Liza habite Metz. Elle a 19 ans et dispose d’une bourse depuis le collège. Comme Assia, cette année, elle a quitté le domicile familial pour suivre ses études. « Mes parents habitent à 1 heure en voiture de Metz ».. Compliqué de faire ce trajet chaque jour. Aujourd’hui, elle paye un loyer de 450 euros par mois. Ses soucis avec le CROUS ont été réglés la semaine dernière seulement. « Je n’avais encore perçu aucun règlement de leur part, j’ai donc été en retard sur mon loyer. Pour ne pas risquer de perdre mon logement, j’ai fait un emprunt à mon grand frère qui est électricien ». Liza explique ne pas être étonnée par ce retard. « Cela arrive souvent. Quand ça ne nous concerne pas directement, ça concerne nos camarades de classe. Là, c’est le début de l’année, on peut penser que c’est pour des raisons de mise en place mais du retard en plein milieu de l’année, ça m’est déjà arrivé ». Liza n’est pas énervée, juste blasée. Son conseil ? « La patience, la patience et rien que la patience ! Avant, j’essayais d’appeler, je passais des heures au téléphone à m’arracher les cheveux. Maintenant, j’économise mes forces et j’essaye d’être zen, je me dis que ça ne change rien de s’énerver, ça n’accélère pas les choses. Quand je suis vraiment fâchée, j’envoie un mail pour extérioriser mais je suis sûre que personne ne le regarde ». 

Camilla Kechairi, Grenoble, 20 ans : « Le Crous veut que je prouve que mes parents ne perçoivent aucun revenu de l’étranger »

Camilla Kechairi a 20 ans, elle habite Grenoble. La semaine, elle est étudiante boursière en LEA (langues étrangères appliquées) anglais-arabe. Le samedi, elle est vendeuse chez H&M. Ce job cumulé à sa bourse lui permet de payer son loyer. Camilla ne vit plus chez ses parents. Ces derniers habitent trop loin de son lieu d’étude. « Habituellement, ça roule tout seul  mais cette année c’est surréaliste, c’est la première fois qu’ils me font ce coup-là », commente l’étudiante. « Comme tous les ans, j’effectue ma demande à l’heure. Comme tous les ans, en juillet, je reçois la notification de bourse conditionnelle. Sauf que là, on m’indique que mon dossier est en attente de décision parce qu’il faut que je prouve par un courrier que mes parents ne perçoivent aucun revenu de l’étranger. Déjà, je ne comprends pas le rapport avec mes parents alors que je ne vis plus chez eux. Ensuite, pourquoi me poser la question cette année alors que j’effectue une demande tous les ans. L’an dernier aussi c’était mes parents. Rien n’a changé dans notre situation familiale ». 

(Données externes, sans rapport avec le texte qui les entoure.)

/**
 * One consistent superposition verdict: over seeded sets of invented, thermorheologically simple
 * materials (different spectra, shift laws, temperature spacings, point densities, noise levels,
 * with and without an entropic bT) the grade is always good; a two-component blend, a bT left out
 * and a G′/G″ disagreement are always fair or poor; and the wording of a fair or poor verdict
 * gives exactly the figures that set it.
 */
import { describe, expect, it } from 'vitest';
import { shiftIsotherms } from '../../../core/shift';
import { syntheticIsotherms } from '../../../core/synthetic';
import {
  BLEND,
  MELT_ARRHENIUS,
  MELT_WLF_PB,
  MELT_WLF_UNIVERSAL,
  RELAX_WLF,
  RUBBER_WLF,
} from './fixtures';

const density = { referenceDensity: 900, volumetricExpansionPerK: 6e-4 };

describe('superposition verdict', () => {
  it('never calls a simple material fair or poor (240 seeded sets, 1–8 % noise)', () => {
    const bad: string[] = [];
    let sets = 0;
    for (const c of [MELT_ARRHENIUS, MELT_WLF_PB, MELT_WLF_UNIVERSAL, RUBBER_WLF, RELAX_WLF])
      for (const noise of [0.01, 0.02, 0.04, 0.08])
        for (const pointsPerDecade of [5, 8])
          for (const seed of [1, 2, 3, 4, 5, 6]) {
            const withBT = seed % 2 === 0 && c.options.testKind === 'oscillatory';
            const { dataset } = syntheticIsotherms({
              ...c.options,
              pointsPerDecade,
              relativeNoise: noise,
              seed: 1000 * pointsPerDecade + seed,
              ...(withBT && { density }),
            });
            const r = shiftIsotherms(dataset, { referenceK: c.options.referenceK });
            sets++;
            if (r.checks.grade !== 'good')
              bad.push(
                `${c.name} ${noise} ${pointsPerDecade}/dec seed ${seed}: ${r.checks.grade} m=${r.checks.mismatchRatio?.toFixed(2)} v=${r.checks.vanGurpPalmenRatio?.toFixed(2)} d=${r.checks.quantityDisagreementDecades?.toFixed(3)} z=${r.checks.quantityDisagreementZ?.toFixed(1)} ${r.vertical.chosen}`,
              );
          }
    expect(sets).toBe(240);
    // Measured: 240/240 good (the target: never fair or poor). The rubber sets at 1 %
    // noise with bT from the data that were fair before came from an αV fitted 1.3–2× too high;
    // with αV now unbiased they are good.
    expect(bad, bad.join('\n')).toEqual([]);
  });

  it('calls a two-component blend fair or poor (20 seeds at 2 %, 20 at 8 % noise)', () => {
    const flagged: Record<number, number> = { 0.02: 0, 0.08: 0 };
    for (const noise of [0.02, 0.08])
      for (let seed = 1; seed <= 20; seed++) {
        const { dataset } = syntheticIsotherms({ ...BLEND.options, relativeNoise: noise, seed });
        const r = shiftIsotherms(dataset, { referenceK: BLEND.options.referenceK });
        if (r.checks.grade === 'fair' || r.checks.grade === 'poor') flagged[noise]++;
      }
    // Measured: 20/20 at 2 % and 20/20 at 8 %. At 8 % the G′ and G″ shifts differ by ~0.15
    // decades at only 2.6–5 of their standard errors and the mismatch stays near the noise, but
    // the moduli call for a vertical shift no thermal expansion gives (αV at −1/Tref, 8–15
    // standard errors from bT ≡ 1), which grades them fair.
    expect(flagged[0.02]).toBe(20);
    expect(flagged[0.08]).toBe(20);
  });

  it('calls data with a bT that was turned off fair or poor, and says so', () => {
    for (let seed = 1; seed <= 4; seed++) {
      const { dataset } = syntheticIsotherms({
        ...MELT_WLF_PB.options,
        relativeNoise: 0.02,
        seed,
        density,
      });
      const r = shiftIsotherms(dataset, {
        referenceK: MELT_WLF_PB.options.referenceK,
        vertical: 'none',
      });
      expect(['fair', 'poor']).toContain(r.checks.grade);
      const w = r.warnings.find((x) => /superposition/.test(x.code));
      expect(w?.message).toMatch(/vertical shift of up to 0\.0\d\d decades/);
    }
  });

  it('calls a G′/G″ shift disagreement fair or poor (20 seeds × 2 melts at 2 % and at 8 % noise)', () => {
    // G″ taken from a twin data set whose shift law is stronger: ×1.2 (Ea 72 instead of 60 kJ/mol,
    // WLF C1 ×1.2) at 2 % noise, ×1.5 at 8 % — G′ and G″ then call for shifts up to about 0.1–0.13
    // decades apart at the ends (0.3 decades at ×1.5). Measured: 40/40 fair or poor at each noise
    // level, the disagreement 11–16 combined errors at 2 %, 7–16 at 8 % (a ×1.2 law at 8 % noise
    // sits at 2–8 errors and is not always caught).
    for (const [noise, factor] of [
      [0.02, 1.2],
      [0.08, 1.5],
    ] as const)
      for (const c of [MELT_ARRHENIUS, MELT_WLF_PB]) {
        const law = c.options.components[0].law;
        const stronger =
          law.kind === 'arrhenius'
            ? { ...law, activationEnergyJPerMol: law.activationEnergyJPerMol * factor }
            : law.kind === 'wlf'
              ? { ...law, c1: law.c1 * factor }
              : law;
        for (let seed = 1; seed <= 20; seed++) {
          const a = syntheticIsotherms({ ...c.options, relativeNoise: noise, seed });
          const b = syntheticIsotherms({
            ...c.options,
            components: [{ ...c.options.components[0], law: stronger }],
            relativeNoise: noise,
            seed: seed + 1000,
          });
          const dataset = {
            ...a.dataset,
            isotherms: a.dataset.isotherms.map((iso, k) => ({
              ...iso,
              quantities: {
                storageModulus: iso.quantities.storageModulus,
                lossModulus: b.dataset.isotherms[k].quantities.lossModulus,
              },
            })),
          };
          const r = shiftIsotherms(dataset, { referenceK: c.options.referenceK });
          expect(['fair', 'poor'], `${c.name} ${noise} seed ${seed}`).toContain(r.checks.grade);
          expect(
            r.checks.quantityDisagreementZ!,
            `${c.name} ${noise} seed ${seed}`,
          ).toBeGreaterThan(4.5);
        }
      }
  });

  it('words a fair or poor verdict with the figures that set it, never a ratio below its threshold', () => {
    for (let seed = 1; seed <= 4; seed++) {
      const { dataset } = syntheticIsotherms({ ...BLEND.options, relativeNoise: 0.02, seed });
      const r = shiftIsotherms(dataset, { referenceK: BLEND.options.referenceK });
      const w = r.warnings.find((x) => /superposition/.test(x.code))!;
      expect(w.code).toBe(`${r.checks.grade}-superposition`);
      for (const m of w.message.matchAll(/(\d+\.\d)× the noise \((fair|poor) above (\d+\.?\d*)\)/g))
        expect(Number(m[1])).toBeGreaterThan(Number(m[3]));
      expect(w.message).not.toMatch(/Point \d/);
    }
  });
});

Elle poursuit, contrariée. « C’est la première fois que j’entends cette histoire. Autour de moi, tout le monde est étonné aussi. Je suis née ici. Mes parents ont toujours travaillé en France, ils ont toujours perçu des revenus ici. Je me suis sentie super mal, comme si j’étais la fille d’un voyou qui détourne des fonds… Qu’est-ce qu’elle veut dire cette question ? Est-ce qu’ils auraient posé la question et retardé la procédure si j’avais eu un nom de famille qui sonnait plus « français »?. Pour résoudre la situation, Camilla s’est rendue au CROUS de Grenoble. « Je leur ai fait part de mon indignation. Même l’employée de l’accueil ne comprenait pas. Elle était étonnée. Elle m’a expliqué que « généralement c’était pour les étudiants étrangers ». Je leur ai demandé de revoir le dossier et ça s’est finalement réglé ».

De toutes ces situations, nous avons essayer de parler avec le CROUS pour tenter de comprendre les retards de versement. Comme la plupart de ces étudiants, nous avons été, à chacune de nos tentatives, mis en attente pendant plusieurs minutes. Comme la plupart de ces étudiants, nous n’avons pas réussi à les joindre.

Sur Twitter, le CROUS de Créteil est relativement réactif. Je les ai moi-même contactés pour en savoir plus sur ma propre situation. « Bonjour, est-il prévu que nous recevions nos bourses avant l’été prochain », demandais-je.

Réponse sur un ton humoristique du community manager du Crous de Créteil :' »Oui, bien sûr, c’est prévu avant la fin de l’année universitaire ». « Pas sûre que cela soit approprié en pareilles circonstances.